• PROBLEM REQUIREMENTS: Return only this: the line with "assert!(path.exists());" and all the lines that follow it below, through the final one, exactly as they are.

*** Begin section ***

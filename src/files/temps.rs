//! Temporary files of writes in progress, removed when SIGINT or SIGTERM ends the process.
//!
//! Every temporary is created, registered, renamed into place and unregistered under one lock;
//! the signal handler takes the same lock, removes what is registered and ends the process the
//! way the signal would have, so no `.actswap-XXXXXX` file outlives an interrupted write.

use std::io::Write;
use std::path::{Path, PathBuf};
use std::sync::{Mutex, MutexGuard, Once};

use anyhow::{Context, Result};
use tempfile::NamedTempFile;

use crate::text::escape_path;

/// Prefix of every temporary file name.
pub const PREFIX: &str = ".actswap-";

static LIVE: Mutex<Vec<PathBuf>> = Mutex::new(Vec::new());

fn live() -> MutexGuard<'static, Vec<PathBuf>> {
    LIVE.lock().unwrap_or_else(|e| e.into_inner())
}

/// A registered temporary file; dropping it removes the file and its registration.
pub struct LiveTemp {
    file: Option<NamedTempFile>,
}

impl LiveTemp {
    /// Creates and registers a temporary file in `dir`.
    pub fn new_in(dir: &Path) -> Result<LiveTemp> {
        let mut registry = live();
        let file = tempfile::Builder::new()
            .prefix(PREFIX)
            .tempfile_in(dir)
            .with_context(|| format!("cannot create a temporary file in '{}'", escape_path(dir)))?;
        registry.push(file.path().to_path_buf());
        Ok(LiveTemp { file: Some(file) })
    }

    /// Writes `bytes`, sets ordinary permissions (tempfile makes files private) and flushes to disk.
    pub fn write_all(&mut self, bytes: &[u8]) -> std::io::Result<()> {
        self.write_with(|w| w.write_all(bytes))
    }

    /// Lets `write` fill the file through a buffered writer, sets ordinary permissions
    /// (tempfile makes files private) and flushes to disk.
    pub fn write_with(
        &mut self,
        write: impl FnOnce(&mut dyn Write) -> std::io::Result<()>,
    ) -> std::io::Result<()> {
        let file = self
            .file
            .as_mut()
            .expect("present until persisted or dropped");
        #[cfg(unix)]
        {
            use std::os::unix::fs::PermissionsExt;
            file.as_file()
                .set_permissions(std::fs::Permissions::from_mode(0o644))?;
        }
        let mut out = std::io::BufWriter::new(file.as_file_mut());
        write(&mut out)?;
        out.flush()?;
        drop(out);
        file.as_file().sync_all()
    }

    /// Renames the temporary to `path`, replacing what was there; on failure it is removed.
    pub fn persist(mut self, path: &Path) -> std::io::Result<()> {
        let file = self
            .file
            .take()
            .expect("present until persisted or dropped");
        let mut registry = live();
        registry.retain(|p| p != file.path());
        // Still under the lock: a failed rename removes the temporary before a sweep could miss it.
        file.persist(path).map(|_| ()).map_err(|e| e.error)
    }
}

impl Drop for LiveTemp {
    fn drop(&mut self) {
        if let Some(file) = self.file.take() {
            let mut registry = live();
            registry.retain(|p| p != file.path());
            drop(file);
        }
    }
}

/// The temporaries registered now (for tests and the fuzz harness).
pub fn registered() -> Vec<PathBuf> {
    live().clone()
}

/// From now on, SIGINT and SIGTERM remove every registered temporary, then end the process as
/// the signal would have (so the shell sees the usual status, 130 or 143). Call once, early.
pub fn remove_on_signals() {
    static INSTALL: Once = Once::new();
    INSTALL.call_once(|| {
        use signal_hook::consts::{SIGINT, SIGTERM};
        let Ok(mut signals) = signal_hook::iterator::Signals::new([SIGINT, SIGTERM]) else {
            return;
        };
        std::thread::spawn(move || {
            if let Some(signal) = signals.forever().next() {
                // Held until the process ends: no new temporary can appear after the sweep.
                let registry = live();
                for path in registry.iter() {
                    let _ = std::fs::remove_file(path);
                }
                let _ = signal_hook::low_level::emulate_default_handler(signal);
                std::process::exit(128 + signal);
            }
        });
    });
}

#[cfg(test)]
mod tests {
    use super::*;

    #[test]
    fn a_dropped_temporary_is_removed_and_forgotten() {
        let dir = tempfile::tempdir().unwrap();
        let mut t = LiveTemp::new_in(dir.path()).unwrap();
        t.write_all(b"partial").unwrap();
        let path = registered()
            .into_iter()
            .find(|p| p.starts_with(dir.path()))
            .expect("registered");
        assert!(path.exists());
        drop(t);
        assert!(!path.exists());
        assert!(!registered().contains(&path));
    }

    #[test]
    fn a_persisted_temporary_is_forgotten() {
        let dir = tempfile::tempdir().unwrap();
        let mut t = LiveTemp::new_in(dir.path()).unwrap();
        t.write_all(b"whole").unwrap();
        let out = dir.path().join("out.bin");
        t.persist(&out).unwrap();
        assert_eq!(std::fs::read(&out).unwrap(), b"whole");
        assert!(!registered().iter().any(|p| p.starts_with(dir.path())));
    }
}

*** End section ***

• TASK SOLUTION:
        assert!(path.exists());
        drop(t);
        assert!(!path.exists());
        assert!(!registered().contains(&path));
    }

    #[test]
    fn a_persisted_temporary_is_forgotten() {
        let dir = tempfile::tempdir().unwrap();
        let mut t = LiveTemp::new_in(dir.path()).unwrap();
        t.write_all(b"whole").unwrap();
        let out = dir.path().join("out.bin");
        t.persist(&out).unwrap();
        assert_eq!(std::fs::read(&out).unwrap(), b"whole");
        assert!(!registered().iter().any(|p| p.starts_with(dir.path())));
    }
}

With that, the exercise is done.